» Problem details
Please repeat, from the entries that follow, the lines from the one containing "d: dir, k, id" through the one containing "order), each page" exactly, adding nothing.

----

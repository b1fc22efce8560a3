import { JOB_STAGES, type JobListQuery } from '../../../shared/api/jobs';
import { fieldError } from '../../lib/errors';

type Sort = NonNullable<JobListQuery['sort']>;
type Dir = 'asc' | 'desc';

const STAGE_POSITION = `array_position(ARRAY[${JOB_STAGES.map((s) => `'${s}'`).join(',')}]::varchar[], "Job"."stage")`;

/**
 * The SQL expression each sort orders by, and the type its cursor value is cast back to. Times are
 * cut to milliseconds so that the value a cursor carries (a JavaScript date) equals the database's.
 * Jobs without an install date come last in both directions (as NULLS LAST did).
 */
function keyOf(sort: Sort, dir: Dir): { sql: string; cast: string } {
  switch (sort) {
    case 'created':
      return { sql: `date_trunc('milliseconds', "Job"."created_at")`, cast: 'timestamptz' };
    case 'stage':
      return { sql: STAGE_POSITION, cast: 'int' };
    case 'customer':
      return { sql: `"customer"."name"`, cast: 'text' };
    case 'installDate':
      return { sql: `COALESCE("Job"."install_date", '${dir === 'asc' ? '9999-12-31' : '0001-01-01'}'::date)`, cast: 'date' };
    default:
      return { sql: `date_trunc('milliseconds', "Job"."updated_at")`, cast: 'timestamptz' };
  }
}

type Cursor = { s: Sort; d: Dir; k: string | number; id: string };

/** An opaque cursor for the row after which the next page starts. */
export function encodeCursor(sort: Sort, dir: Dir, key: unknown, id: string): string {
  const k = key instanceof Date ? key.toISOString() : (key as string | number);
  return Buffer.from(JSON.stringify({ s: sort, d: dir, k, id } satisfies Cursor)).toString('base64url');
}

function decodeCursor(cursor: string, sort: Sort, dir: Dir): Cursor {
  let c: Cursor;
  try {
    c = JSON.parse(Buffer.from(cursor, 'base64url').toString('utf8'));
  } catch {
    throw fieldError('cursor', 'this cursor is not one the jobs list gave out; start again from the first page');
  }
  const idOk = typeof c?.id === 'string' && /^[0-9a-f-]{36}$/i.test(c.id);
  const keyOk = typeof c?.k === 'string' || typeof c?.k === 'number';
  if (!idOk || !keyOk) throw fieldError('cursor', 'this cursor is not one the jobs list gave out; start again from the first page');
  if (c.s !== sort || c.d !== dir) throw fieldError('cursor', 'this cursor belongs to another order of the list; start again from the first page');
  return c;
}

/**
 * Keyset paging of the jobs list: ordered by the sort's key then the id (a total order), each page
 * starting strictly after the previous page's last row, so jobs added or changed meanwhile never
 * make a page repeat or skip another job. Returns the key's SQL (over "Job" and "customer"), the
 * direction, and (with a cursor) the comparison and values for the rows after it.
 */
export function keysetFor(query: { sort?: Sort; dir?: Dir; cursor?: string }) {
  const sort = query.sort ?? 'updated';
  const dir = query.dir ?? 'desc';
  const key = keyOf(sort, dir);
  // Spelled out, never copied from the query: this goes into the SQL text.
  const DIR = dir === 'asc' ? 'ASC' : 'DESC';
  let after: { cmp: '<' | '>'; cast: string; key: string; id: string } | null = null;
  if (query.cursor) {
    const c = decodeCursor(query.cursor, sort, dir);
    after = { cmp: dir === 'desc' ? '<' : '>', cast: key.cast, key: String(c.k), id: c.id };
  }
  // The cursor carries the key as the list read it: dates as text, times as instants, stages as numbers.
  const keyValue = key.cast === 'date' ? `(${key.sql})::text` : key.sql;
  return { sort, dir, DIR, keySql: key.sql, keyValue, after };
}
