/// <reference lib="webworker" />
import { runTakeoff, type TakeoffInput } from './run-takeoff';

// The takeoff runs here so a drag on the canvas never waits for it.
self.onmessage = (e: MessageEvent<{ id: number; input: TakeoffInput }>) => {
  const { id, input } = e.data;
  (self as unknown as Worker).postMessage({ id, run: runTakeoff(input) });
};
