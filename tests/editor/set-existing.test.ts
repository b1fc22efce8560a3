import { describe, expect, it } from 'vitest';
import { setExisting } from '../../src/editor/commands/set-existing';
import { computeTakeoff } from '../../shared/takeoff/compute-takeoff';
import { parseProductCatalogue } from '../../shared/takeoff/products';
import { readFileSync } from 'node:fs';
import { join } from 'node:path';
import { rectPlan } from './fixtures';

const products = parseProductCatalogue(JSON.parse(readFileSync(join(__dirname, '../../examples/products.json'), 'utf8')));
const empty = () => ({ ...rectPlan(), existing: { depthMm: 0, condition: 'none' as const } });

describe('existing insulation in the editor: a typed depth always has a condition', () => {
  it('a depth typed over "none" takes the condition "good", so it counts (U before falls from about 2.5 to about 0.4)', () => {
    const before = computeTakeoff(empty(), { products });
    const p = setExisting(empty(), { depthMm: 100 });
    expect(p.existing).toEqual({ depthMm: 100, condition: 'good' });
    const after = computeTakeoff(p, { products });
    // Bare ceiling: 1 / (0.10 + 0.0125/0.21 + 0.20 + 0.04) = 2.50 W/m²K; 100 mm of good wool between joists ≈ 0.39 W/m²K.
    expect(before.uValueBefore).toBeCloseTo(2.5, 1);
    expect(after.uValueBefore).toBeGreaterThan(0.35);
    expect(after.uValueBefore).toBeLessThan(0.45);
  });

  it('keeps a condition the estimator chose when the depth changes', () => {
    const p = setExisting(setExisting(empty(), { depthMm: 100, condition: 'patchy' }), { depthMm: 150 });
    expect(p.existing).toEqual({ depthMm: 150, condition: 'patchy' });
  });

  it('a depth of 0 means none, and choosing "none" clears the depth', () => {
    expect(setExisting(rectPlan(), { depthMm: 0 }).existing.condition).toBe('none');
    expect(setExisting(rectPlan(), { condition: 'none' }).existing.depthMm).toBe(0);
  });
});
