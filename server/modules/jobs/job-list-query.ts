import { createHash } from 'node:crypto';
import pg from 'pg';
import type { Job as JobDto, JobListPage, JobListQuery } from '../../../shared/api/jobs';
import { JOB_PAGE_DEFAULT } from '../../../shared/api/jobs';
import { can } from '../../../shared/auth/policies';
import { redactPrices } from '../../lib/redact';
import type { SessionUser } from '../../types';
import { likePattern } from '../customers/customers.service';
import { encodeCursor, keysetFor } from './job-list-page';

interface Row {
  count: number;
  /** null on the one row of an empty page (it still carries the count). */
  id: string | null;
  reference: string;
  customerId: string;
  customerName: string;
  customerEmail: string;
  customerPhone: string;
  addressLine1: string;
  addressLine2: string;
  town: string;
  postcode: string;
  stage: JobDto['stage'];
  installerId: string | null;
  installerName: string | null;
  installDate: string | null;
  accessNotes: string;
  notes: string;
  createdAt: Date;
  updatedAt: Date;
  listKey: unknown;
  spaces: Array<{ id: string; name: string; latestRevision: number | null; latestRevisionAt: string | null; updatedAt: string }>;
}

// Times inside the spaces' JSON arrive as PostgreSQL's text, read by the same parser pg uses for a
// timestamptz column, so they come out exactly as the column values do.
const parseTimestamptz = pg.types.getTypeParser(pg.types.builtins.TIMESTAMPTZ, 'text') as (text: string) => Date;
const iso = (text: string) => parseTimestamptz(text).toISOString();

/**
 * GET /api/jobs in one round trip: the jobs matching the actor's scope, search and filters are
 * counted, the page after the cursor is cut from them in the list's order, and each job comes with
 * its customer, installer and spaces (in their order, each with its latest revision). Was a count,
 * a find with joins, the spaces and their revisions: four queries and a Sequelize model per row.
 */
export async function readJobListPage(pool: pg.Pool, actor: SessionUser, query: JobListQuery): Promise<JobListPage> {
  const values: unknown[] = [actor.organisationId];
  const param = (v: unknown) => `$${values.push(v)}`;
  const where = ['"Job".organisation_id = $1'];
  if (!can(actor, 'jobs:read-all')) where.push(`"Job".assigned_installer_id = ${param(actor.id)}`);
  if (query.stage) where.push(`"Job".stage = ${param(query.stage)}`);
  if (query.installerId && can(actor, 'jobs:read-all')) where.push(`"Job".assigned_installer_id = ${param(query.installerId)}`);
  if (query.q?.trim()) {
    const p = param(likePattern(query.q.trim()));
    where.push(
      `("Job".reference ILIKE ${p} OR "Job".address_line1 ILIKE ${p} OR "Job".town ILIKE ${p} OR "Job".postcode ILIKE ${p} OR "customer".name ILIKE ${p})`,
    );
  }
  const limit = Number(query.limit ?? JOB_PAGE_DEFAULT);
  const keyset = keysetFor(query);
  const after = keyset.after
    ? `WHERE (m.sort_key, m.id) ${keyset.after.cmp} (${param(keyset.after.key)}::${keyset.after.cast}, ${param(keyset.after.id)}::uuid)`
    : '';
  const text = `
    WITH matching AS (
      SELECT "Job".id, ${keyset.keySql} AS sort_key, ${keyset.keyValue} AS list_key
      FROM jobs "Job" LEFT JOIN customers "customer" ON "customer".id = "Job".customer_id AND "customer".organisation_id = "Job".organisation_id
      WHERE ${where.join(' AND ')}
    ), page AS (
      SELECT m.id, m.sort_key, m.list_key FROM matching m ${after} ORDER BY m.sort_key ${keyset.DIR}, m.id ${keyset.DIR} LIMIT ${param(limit + 1)}
    )
    SELECT t.count, x.* FROM (SELECT count(*)::int AS count FROM matching) t
    LEFT JOIN (
      SELECT j.id, j.reference, c.id AS "customerId", c.name AS "customerName", c.email AS "customerEmail", c.phone AS "customerPhone",
             j.address_line1 AS "addressLine1", j.address_line2 AS "addressLine2", j.town, j.postcode, j.stage,
             u.id AS "installerId", u.name AS "installerName", j.install_date::text AS "installDate",
             j.access_notes AS "accessNotes", j.notes, j.created_at AS "createdAt", j.updated_at AS "updatedAt",
             p.sort_key, p.list_key AS "listKey",
             (SELECT coalesce(json_agg(json_build_object('id', s.id, 'name', s.name, 'latestRevision', r.revision,
                       'latestRevisionAt', r.created_at::text, 'updatedAt', s.updated_at::text) ORDER BY s.position, s.created_at, s.id), '[]'::json)
                FROM spaces s
                LEFT JOIN LATERAL (SELECT revision, created_at FROM plan_revisions WHERE space_id = s.id AND organisation_id = s.organisation_id ORDER BY revision DESC LIMIT 1) r ON true
               WHERE s.job_id = j.id AND s.organisation_id = j.organisation_id AND s.deleted_at IS NULL) AS spaces
      FROM page p
      JOIN jobs j ON j.id = p.id
      -- Every join also keeps to the job's company: rows of another company never join, whatever the ids say.
      JOIN customers c ON c.id = j.customer_id AND c.organisation_id = j.organisation_id
      LEFT JOIN users u ON u.id = j.assigned_installer_id AND u.organisation_id = j.organisation_id
    ) x ON true
    ORDER BY x.sort_key ${keyset.DIR}, x.id ${keyset.DIR}`;
  const { rows } = await pool.query<Row>({ name: statementName(text), text, values });
  const found = rows.filter((r) => r.id !== null);
  const page = found.slice(0, limit);
  const last = page[page.length - 1];
  const nextCursor = found.length > limit ? encodeCursor(keyset.sort, keyset.dir, last.listKey, last.id!) : null;
  const jobs = page.map(toDto);
  return { jobs: can(actor, 'prices:read') ? jobs : jobs.map((d) => redactPrices(d)), nextCursor, count: rows[0].count };
}

function toDto(r: Row): JobDto {
  return {
    id: r.id!,
    reference: r.reference,
    customer: { id: r.customerId, name: r.customerName, email: r.customerEmail, phone: r.customerPhone },
    propertyAddress: { line1: r.addressLine1, line2: r.addressLine2, town: r.town, postcode: r.postcode },
    stage: r.stage,
    assignedInstaller: r.installerId ? { id: r.installerId, name: r.installerName! } : null,
    installDate: r.installDate,
    accessNotes: r.accessNotes,
    notes: r.notes,
    spaces: r.spaces.map((s) => ({
      id: s.id,
      name: s.name,
      latestRevision: s.latestRevision,
      latestRevisionAt: s.latestRevisionAt === null ? null : iso(s.latestRevisionAt),
      updatedAt: iso(s.updatedAt),
    })),
    createdAt: r.createdAt.toISOString(),
    updatedAt: r.updatedAt.toISOString(),
  };
}

// A named statement is parsed and planned once per connection. The text differs by sort, direction,
// filters and cursor (a few hundred shapes at most), so it is named by its hash.
const names = new Map<string, string>();
function statementName(text: string): string {
  let name = names.get(text);
  if (!name) {
    name = `jobs-list-${createHash('sha1').update(text).digest('hex').slice(0, 16)}`;
    names.set(text, name);
  }
  return name;
}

----

» Solution for this exercise
  return Buffer.from(JSON.stringify({ s: sort, d: dir, k, id } satisfies Cursor)).toString('base64url');
}

function decodeCursor(cursor: string, sort: Sort, dir: Dir): Cursor {
  let c: Cursor;
  try {
    c = JSON.parse(Buffer.from(cursor, 'base64url').toString('utf8'));
  } catch {
    throw fieldError('cursor', 'this cursor is not one the jobs list gave out; start again from the first page');
  }
  const idOk = typeof c?.id === 'string' && /^[0-9a-f-]{36}$/i.test(c.id);
  const keyOk = typeof c?.k === 'string' || typeof c?.k === 'number';
  if (!idOk || !keyOk) throw fieldError('cursor', 'this cursor is not one the jobs list gave out; start again from the first page');
  if (c.s !== sort || c.d !== dir) throw fieldError('cursor', 'this cursor belongs to another order of the list; start again from the first page');
  return c;
}

/**
 * Keyset paging of the jobs list: ordered by the sort's key then the id (a total order), each page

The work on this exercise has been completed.